--- The task ---
Set down, word for word, the stretch of lines from the one containing "object = current as Expandable;" to the end of the records below.

--- Items from a data source ---

import type Stripe from 'stripe';
import { feeLookupRefused, invalidRequest, noSuch, type Params } from '../params';
import { snapshot, type CardFakeStore } from '../store';

export type ApiList<T> = Stripe.ApiList<T>;

/**
 * One page of a list, newest first, with the real `limit` (1 to 100, default 10),
 * `starting_after` and `ending_before` cursors. `items` are in creation order.
 */
export function paginate<T extends { id: string }>(items: T[], params: Params, url: string, objectName: string): ApiList<T> {
  const limit = params.integer('limit', { min: 1, max: 100 }) ?? 10;
  const after = params.string('starting_after');
  const before = params.string('ending_before');
  if (after && before) {
    throw invalidRequest('You may only specify one of these parameters: starting_after, ending_before.', {
      param: 'starting_after',
    });
  }
  const newestFirst = [...items].reverse();
  let page: T[];
  let hasMore: boolean;
  if (before) {
    const at = newestFirst.findIndex((i) => i.id === before);
    if (at < 0) throw noSuch(objectName, before, 'ending_before');
    const earlier = newestFirst.slice(0, at);
    page = earlier.slice(Math.max(0, earlier.length - limit));
    hasMore = earlier.length > limit;
  } else {
    const start = after ? newestFirst.findIndex((i) => i.id === after) + 1 : 0;
    if (after && start === 0) throw noSuch(objectName, after, 'starting_after');
    page = newestFirst.slice(start, start + limit);
    hasMore = newestFirst.length > start + limit;
  }
  return { object: 'list', data: page.map((i) => snapshot(i)), has_more: hasMore, url };
}

/** Reads `expand[]` from the request. */
export function expandPaths(params: Params): string[] {
  return params.stringList('expand');
}

type Expandable = Record<string, unknown>;

/**
 * Replaces ids by their objects along each dotted `expand` path (`payment_intent`,
 * `payment_intent.latest_charge`, `latest_charge.balance_transaction`, `data.charge` on lists). `line_items` on a session is its own
 * list. A path the fake cannot expand is refused as the real API refuses it.
 */
export function expand<T>(value: T, paths: string[], store: CardFakeStore): T {
  if (paths.length === 0) return value;
  const out = snapshot(value) as unknown as Expandable;
  paths.forEach((path, index) => {
    const parts = path.split('.');
    if (parts.length > 4) {
      throw invalidRequest(`You cannot expand more than 4 levels of a property. Property: ${path}`, {
        param: `expand[${index}]`,
      });
    }
    expandAt(out, parts, path, index, store);
  });
  return out as unknown as T;
}

function expandAt(target: Expandable, parts: string[], path: string, index: number, store: CardFakeStore) {
  const [head, ...rest] = parts;
  if (head === 'data' && Array.isArray(target.data)) {
    for (const item of target.data as Expandable[]) expandAt(item, rest, path, index, store);
    return;
  }
  if (head === 'line_items' && target.object === 'checkout.session') {
    const record = store.sessions.get(target.id as string);
    target.line_items = {
      object: 'list',
      data: snapshot(record?.lineItems ?? []),
      has_more: false,
      url: `/v1/checkout/sessions/${target.id as string}/line_items`,
    };
    return;
  }
  const current = target[head];
  const cannot = () =>
    invalidRequest(`This property cannot be expanded (${path}).`, { param: `expand[${index}]` });
  if (!(head in target)) throw cannot();
  if (current === null) return;
  let object: Expandable;
  if (typeof current === 'string') {
    const found = store.findById(current);
    if (!found) throw cannot();
    if (found.object === 'balance_transaction' && store.refusesFeeLookup(found.id)) throw feeLookupRefused(found.id);
    object = snapshot(found) as unknown as Expandable;
    target[head] = object;
  } else if (typeof current === 'object' && !Array.isArray(current) && rest.length > 0) {
    object = current as Expandable;
  } else {
    throw cannot();
  }
  if (rest.length > 0) expandAt(object, rest, path, index, store);
}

--- Answer to this problem ---
    object = current as Expandable;
  } else {
    throw cannot();
  }
  if (rest.length > 0) expandAt(object, rest, path, index, store);
}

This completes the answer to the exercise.